El púlpito que diseñó para la ocasión nuestro Iago Seara en la plaza del Obradoiro, pese a lo voluntarioso y trabajado del proyecto, era un fracaso incluso antes de trazar la primera línea: la ocurrencia de construir semejante aparatosidad en posición oblicua a la fachada de la Catedral y con los mismos fastos que un concierto de U2 sólo podía saldarse en una escenografía fallida, que en su día se quiso legitimar con el argumento de que había que proteger al Papa de la lluvia. Pero el error formal más intolerable del proyecto fue la idea de sobresignificar con tanta potencia el “efecto caja”, enclaustrando al pontífice en un espacio que contraviene completamente el fundamento primordial de cualquier templo: ilustrar la especialidad de lo infinito. Rodear al papa de un marco (delimitando con rotundidad el fondo para su figura) termina por empequeñecerle cuando lo que se buscaba es precisamente lo contrario, por más que la geometría lleven hacia el trono los puntos de fuga con una literalidad que no admite segundas lecturas. El chiringuito que se construyó pudo haberse resuelto con gestos mucho menos estridentes e invisibles, pues de lo que se trataba era de enfatizar la potencia de dos emblemas: el Papa y la plaza del Obradoiro. El diseño incorporaba una rampa frontal por la que desfilarían las autoridades en metáfora del peregrinaje jacobeo, detalle que seguramente sea lo más divertido del conjunto por la teatralidad del gesto, y por el atrevimiento coreográfico de hacer entrar al papa haciendo diagonales.

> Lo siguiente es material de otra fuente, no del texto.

import { describe, expect, it, vi } from 'vitest';
import { parseWaveformConfig } from '../../src/config/configParse';
import { DspError } from '../../src/dsp/errors';
import { generateWaveform } from '../../src/dsp/waveform/waveformGenerator';
import { createEngineClient, isSuperseded, SupersededError, type EngineRestartNotice } from '../../src/worker/client';
import { InProcessWorker } from './inProcessWorker';

// The client against the real dispatcher and engine over structured clone (see inProcessWorker.ts).

/** LTE 1.4 MHz uplink, 6 RB (TS 36.101 Table 5.6-1): small and quick. */
const smallConfig = { standard: 'lte', bandwidthMHz: 1.4, symbols: 2 };

function setup(workerOptions: ConstructorParameters<typeof InProcessWorker>[0] = {}) {
  const workers: InProcessWorker[] = [];
  const notices: EngineRestartNotice[] = [];
  const client = createEngineClient({
    createWorker: () => {
      const worker = new InProcessWorker(workerOptions);
      workers.push(worker);
      return worker;
    },
    onRestart: (notice) => notices.push(notice),
  });
  return { client, workers, notices };
}

describe('engine client', () => {
  it('resolves with the validated config and the engine’s waveform, typed arrays rebuilt', async () => {
    const { client } = setup();
    const result = await client.generate(smallConfig);
    const expected = generateWaveform(parseWaveformConfig(smallConfig));
    expect(result.config).toEqual(parseWaveformConfig(smallConfig));
    expect(result.waveform.waveformIq).toBeInstanceOf(Float64Array);
    expect(result.waveform.gridKinds).toBeInstanceOf(Uint8Array);
    expect(result.waveform.waveformIq).toEqual(expected.waveformIq);
    expect(result.waveform.bits).toEqual(expected.bits);
    expect(result.waveform.numSamples).toBe(expected.numSamples);
    expect(result.waveform.summary.numerology).toEqual(expected.plan.numerology);
    expect(result.elapsedMs).toBeGreaterThanOrEqual(0);
    client.dispose();
  });

  it('rebuilds a DspError with code, message and field issues', async () => {
    const { client } = setup();
    const failure = client.generate({ ...smallConfig, bandwidthMHz: 7 }).catch((error: unknown) => error);
    const error = await failure;
    expect(error).toBeInstanceOf(DspError);
    expect(error).toMatchObject({ code: 'INVALID_CONFIG', message: expect.stringContaining('bandwidth') });
    expect((error as DspError).details?.issues).toEqual([expect.objectContaining({ path: 'bandwidthMHz' })]);
    client.dispose();
  });

  it('lets the newest request win: the older one is superseded and its answer ignored', async () => {
    const { client, workers } = setup();
    const first = client.generate({ ...smallConfig, modulation: 'qpsk' }).catch((error: unknown) => error);
    const second = client.generate({ ...smallConfig, modulation: '64qam' });
    expect(isSuperseded(await first)).toBe(true);
    expect((await second).config.modulation).toBe('64qam');
    // The stale request was already running on the first worker; the new one went to the second.
    expect(workers.map((w) => w.received.map((m) => m.type))).toEqual([['generate'], ['generate']]);
    const third = client.generate({ ...smallConfig, modulation: '16qam' });
    const fourth = client.generate({ ...smallConfig, modulation: '256qam' });
    await expect(third).rejects.toBeInstanceOf(SupersededError);
    expect((await fourth).config.modulation).toBe('256qam');
    client.dispose();
  });

  it('reports a crash, rejects the pending request and starts a fresh worker', async () => {
    const { client, workers, notices } = setup();
    await client.generate(smallConfig); // the first worker is up and ready
    const pending = client.generate(smallConfig).catch((error: unknown) => error);
    workers[0]!.crash('out of memory');
    const error = await pending;
    expect(error).toBeInstanceOf(DspError);
    expect(error).toMatchObject({ code: 'INTERNAL', message: expect.stringContaining('crashed (out of memory)') });
    expect(notices).toEqual([{ reason: 'out of memory', failedRequestIds: [2], restartCount: 1 }]);
    expect(workers).toHaveLength(2);
    expect(workers[0]!.terminated).toBe(true);
    const after = await client.generate(smallConfig);
    expect(after.waveform.numSamples).toBeGreaterThan(0);
    client.dispose();
  });

  it('does not restart in a loop when a worker dies before it is ready', async () => {
    const { client, workers, notices } = setup({ sendReady: false });
    const pending = client.generate(smallConfig).catch((error: unknown) => error);
    workers[0]!.crash('script failed to load');
    await pending;
    await new Promise((resolve) => setTimeout(resolve, 5));
    expect(notices).toHaveLength(1);
    expect(workers).toHaveLength(1); // the next request starts the next worker
    client.dispose();
  });

  it('refuses a worker from another build (protocol version)', async () => {
    const { client } = setup({ protocolVersion: 99 });
    const error = await client.generate(smallConfig).catch((e: unknown) => e);
    expect(error).toMatchObject({ code: 'INTERNAL', message: expect.stringContaining('protocol v99') });
    client.dispose();
  });

  it('turns a configuration that cannot be cloned into INVALID_CONFIG', async () => {
    const { client } = setup();
    const error = await client.generate({ ...smallConfig, symbols: () => 3 }).catch((e: unknown) => e);
    expect(error).toMatchObject({ code: 'INVALID_CONFIG', message: expect.stringContaining('plain JSON') });
    client.dispose();
  });

  it('settles pending requests as superseded on dispose', async () => {
    const { client, workers } = setup();
    const onSettled = vi.fn();
    const pending = client.generate(smallConfig).catch((error: unknown) => onSettled(isSuperseded(error)));
    client.dispose();
    await pending;
    expect(onSettled).toHaveBeenCalledWith(true);
    expect(workers[0]!.terminated).toBe(true);
  });
});
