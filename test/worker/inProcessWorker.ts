import { createEngineDispatcher } from '../../src/worker/engineDispatch';
import type { WorkerLike } from '../../src/worker/client';
import { PROTOCOL_VERSION, READY_ID, type WorkerRequest, type WorkerResponse } from '../../src/worker/protocol';

/**
 * A WorkerLike that runs the real dispatcher (and so the real schema and engine) in this thread.
 * Messages cross by structuredClone with their transfer lists, delivered on later macrotasks, as
 * postMessage does between threads; only the thread itself is missing.
 */
export class InProcessWorker implements WorkerLike {
  onmessage: ((event: MessageEvent) => void) | null = null;
  onerror: ((event: ErrorEvent) => void) | null = null;
  onmessageerror: ((event: MessageEvent) => void) | null = null;
  terminated = false;
  static instances = 0;
  readonly received: WorkerRequest[] = [];
  readonly sent: WorkerResponse[] = [];
  private readonly dispatch: (data: unknown) => void;

  constructor(options: { sendReady?: boolean; protocolVersion?: number } = {}) {
    const version = options.protocolVersion ?? PROTOCOL_VERSION;
    this.dispatch = createEngineDispatcher({
      post: (message, transfer) => this.deliver({ ...message, protocolVersion: version } as WorkerResponse, transfer),
      schedule: (task) => setTimeout(task, 0),
      now: () => performance.now(),
      laneId: `in-process-${++InProcessWorker.instances}`,
    });
    if (options.sendReady ?? true) {
      this.deliver({ type: 'ready', id: READY_ID, protocolVersion: version } as WorkerResponse, []);
    }
  }

  postMessage(message: WorkerRequest, transfer: Transferable[]): void {
    if (this.terminated) return;
    const cloned = structuredClone(message, { transfer }); // throws DataCloneError like the browser
    this.received.push(cloned);
    setTimeout(() => {
      if (!this.terminated) this.dispatch(cloned);
    }, 0);
  }

  terminate(): void {
    this.terminated = true;
  }

  /** Simulates an uncaught error in the worker (what the browser reports as `error` on the Worker). */
  crash(message: string): void {
    setTimeout(() => this.onerror?.({ message, preventDefault: () => undefined } as ErrorEvent), 0);
  }

  private deliver(message: WorkerResponse, transfer: Transferable[]): void {
    const cloned = structuredClone(message, { transfer });
    setTimeout(() => {
      if (this.terminated) return;
      this.sent.push(cloned);
      this.onmessage?.({ data: cloned } as MessageEvent);
    }, 0);
  }
}
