import { describe, expect, it } from 'vitest';
import { parseWaveformConfig } from '../../../src/config/configParse';
import type { WaveformConfigInput } from '../../../src/config/schema';
import { countErrors } from '../../../src/dsp/receiver/errorCounting';
import { measureEvm } from '../../../src/dsp/receiver/evmMeasurement';
import { receiveWaveform } from '../../../src/dsp/receiver/referenceReceiver';
import { generateWaveform } from '../../../src/dsp/waveform/waveformGenerator';
import { expectCloseArray } from '../../helpers/expectClose';

// Issue 5 acceptance: clean generated waveforms of every modulation and both waveforms demodulate with EVM below
// 0.01 % and no bit errors (the receiver inverts the generator; any sign, phase or index slip shows up here).
const evmLimitPercent = 0.01;

function gen(input: WaveformConfigInput) {
  return generateWaveform(parseWaveformConfig(input));
}

const waveforms: { name: string; base: WaveformConfigInput; modulations: string[] }[] = [
  {
    name: 'LTE uplink DFT-s-OFDM, PUSCH DMRS',
    base: { standard: 'lte', bandwidthMHz: 1.4, link: 'uplink', referenceSignals: { enabled: true, groupNumber: 17, cyclicShift: 3 } },
    modulations: ['bpsk', 'qpsk', '16qam', '64qam', '256qam', '1024qam'],
  },
  {
    name: 'LTE downlink OFDM, CRS port 0',
    base: { standard: 'lte', bandwidthMHz: 1.4, link: 'downlink', referenceSignals: { enabled: true, cellId: 301 } },
    modulations: ['bpsk', 'qpsk', '16qam', '64qam', '256qam', '1024qam'],
  },
  {
    name: 'NR uplink DFT-s-OFDM, low-PAPR DMRS',
    base: { standard: 'nr', bandwidthMHz: 5, subcarrierSpacingKHz: 15, link: 'uplink', referenceSignals: { enabled: true, groupNumber: 4 } },
    modulations: ['pi/2-bpsk', 'bpsk', 'qpsk', '16qam', '64qam', '256qam', '1024qam'],
  },
  {
    name: 'NR uplink CP-OFDM, Gold DMRS, carrier phase term (§5.4)',
    base: { standard: 'nr', bandwidthMHz: 10, subcarrierSpacingKHz: 30, waveform: 'ofdm', carrierFrequencyHz: 3.5e9, referenceSignals: { enabled: true, scramblingId: 77 } },
    modulations: ['bpsk', 'qpsk', '16qam', '64qam', '256qam', '1024qam'],
  },
];

describe('clean waveforms: EVM as measured (both Annex F window positions, CP timing) and BER', () => {
  for (const w of waveforms) {
    for (const modulation of w.modulations) {
      it(`${w.name}, ${modulation}`, () => {
        const wave = gen({ ...w.base, modulation } as WaveformConfigInput);
        const { report, nominal } = measureEvm(wave.plan, wave.waveformIq, { timing: 'cp' });
        expect(report.evmRmsPercent).toBeLessThan(evmLimitPercent);
        expect(report.evmLowPercent).toBeLessThan(evmLimitPercent);
        expect(report.evmHighPercent).toBeLessThan(evmLimitPercent);
        expect(report.timingOffsetSamples).toBe(0);
        expect(countErrors(wave.plan, wave.bits, nominal.bits).bitErrors).toBe(0);
        expectCloseArray(nominal.dataSymbolsIq, wave.dataSymbolsIq, 1e-9, 'equalised symbols vs transmitted');
      });
    }
  }
});

describe('data-only waveforms (reference signals off)', () => {
  for (const input of [
    { standard: 'lte', bandwidthMHz: 3, modulation: '64qam', oversampling: 2 },
    { standard: 'lte', bandwidthMHz: 3, link: 'downlink', cyclicPrefix: 'extended', modulation: '256qam' },
    { standard: 'nr', bandwidthMHz: 10, subcarrierSpacingKHz: 30, modulation: 'pi/2-bpsk' },
    { standard: 'custom', custom: { fftSize: 256, numRb: 10, cpLengthSamples: 18 }, waveform: 'ofdm', modulation: '16qam' },
  ] as WaveformConfigInput[]) {
    it(`demodulate from the known transmitted grid (data-aided) and say so: ${JSON.stringify(input)}`, () => {
      const wave = gen(input);
      const { report, nominal } = measureEvm(wave.plan, wave.waveformIq, { channelEstimation: 'known-grid', transmittedGridIq: wave.gridIq });
      expect(report.evmRmsPercent).toBeLessThan(evmLimitPercent);
      expect(report.channelEstimationNote).toMatch(/known transmitted grid.*reference signals off/);
      expect(countErrors(wave.plan, wave.bits, nominal.bits).bitErrors).toBe(0);
    });
  }

  it('or with an ideal channel (H = 1) and say so', () => {
    const wave = gen({ standard: 'lte', bandwidthMHz: 1.4, modulation: '16qam' });
    const rx = receiveWaveform(wave.plan, wave.waveformIq, { channelEstimation: 'ideal' });
    expect(rx.channelEstimationNote).toMatch(/ideal channel/);
    expect(countErrors(wave.plan, wave.bits, rx.bits).bitErrors).toBe(0);
  });

  it('refuses reference-signal estimation when there are none', () => {
    const wave = gen({ standard: 'lte', bandwidthMHz: 1.4 });
    expect(() => receiveWaveform(wave.plan, wave.waveformIq, { channelEstimation: 'reference' })).toThrowError(/needs reference signals/);
  });
});

describe('receiver options', () => {
  const wave = gen({ standard: 'lte', bandwidthMHz: 1.4, modulation: '64qam', referenceSignals: { enabled: true }, symbols: 28 });

  it('gives the same symbols at every FFT window position inside the CP (the window ramp is undone exactly)', () => {
    for (const advance of [0, 1, 5, 9]) {
      const rx = receiveWaveform(wave.plan, wave.waveformIq, { windowAdvanceSamples: advance });
      expectCloseArray(rx.dataSymbolsIq, wave.dataSymbolsIq, 1e-9, `advance ${advance}`);
    }
    expect(() => receiveWaveform(wave.plan, wave.waveformIq, { windowAdvanceSamples: 10 })).toThrowError(/0 to 9/);
  });

  it('MMSE and LLRs: clean LLR signs equal the transmitted bits (positive favours 0)', () => {
    const rx = receiveWaveform(wave.plan, wave.waveformIq, { equalizer: 'mmse', noiseVariance: 1e-6, computeLlr: true });
    expect(rx.equalizer).toBe('mmse');
    let wrong = 0;
    for (let i = 0; i < wave.bits.length; i++) if ((rx.llr![i]! < 0 ? 1 : 0) !== wave.bits[i]) wrong++;
    expect(wrong).toBe(0);
  });

  it('finds a waveform that starts later in the record (timing) with CP correlation', () => {
    const delay = 37;
    const padded = new Float64Array(wave.waveformIq.length + 2 * 100);
    padded.set(wave.waveformIq, 2 * delay);
    const rx = receiveWaveform(wave.plan, padded, { timing: 'cp' });
    expect(rx.timingOffsetSamples).toBe(delay);
    expect(countErrors(wave.plan, wave.bits, rx.bits).bitErrors).toBe(0);
  });
});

 En una línea expresiva casi antitética a la del acartonado y clasista protocolo de Ratzinger, una de las escenificaciones papales más desmelenadas tuvo lugar en la reciente visita de Francisco a Cocabana, con cuyo motivo se diseñó un macroevento generoso en efectos especiales y espaciales con una estética que haría las delicias de cualquier boy band , apostando indisimuladamente por artificios más propios de la inauguración de unos juegos olímpicos. A la luz del día el proscenio, de geometrías pulcras y muraturas blancas, podría casi hasta pasar por primo hermano de los que cobijaron los shows de Ratzinger en España (con la mejora añadida de prescindir de techo y paredes, evitando el penoso efecto de encuadre / encajonamiento) pero al caer la tarde el espectáculo se convirtió en una fabulosa y guiñolesca fiesta multicolor, pensada para deleitar a espectadores ya curtidos en los efectismos del evento pop para las masas: luces de colores, pantallas gigantes, coreografías litúrgicas impactantes e imponente baño de masas entregadas (los católicos también saben disfrutar del espíritu rock and roll) que ilustran a la perfección el tipo de branding por el que está optando la Iglesia tras la ascensión de su último Papa: se acentúan los signos de cercanía y campechanía frente a los de autoridad solemne, se favorece el sentido festivo de lo litúrgico, hay espacio para las sonrisas e incluso los bailes, y se minimiza la retórica formal de esencialismo hierático. Una estética diferente para una institución que siempre debe ha sabido adaptarse dialécticamente al zeitgeist de cada período, aunque desde hace ya muchas décadas haya renunciado a los riesgos que acarrea la vanguardia estética (que sí apoyó hace siglos) y ha optado por mimetizarse con las estéticas oportunas a cada época, en lugar de inventarlas.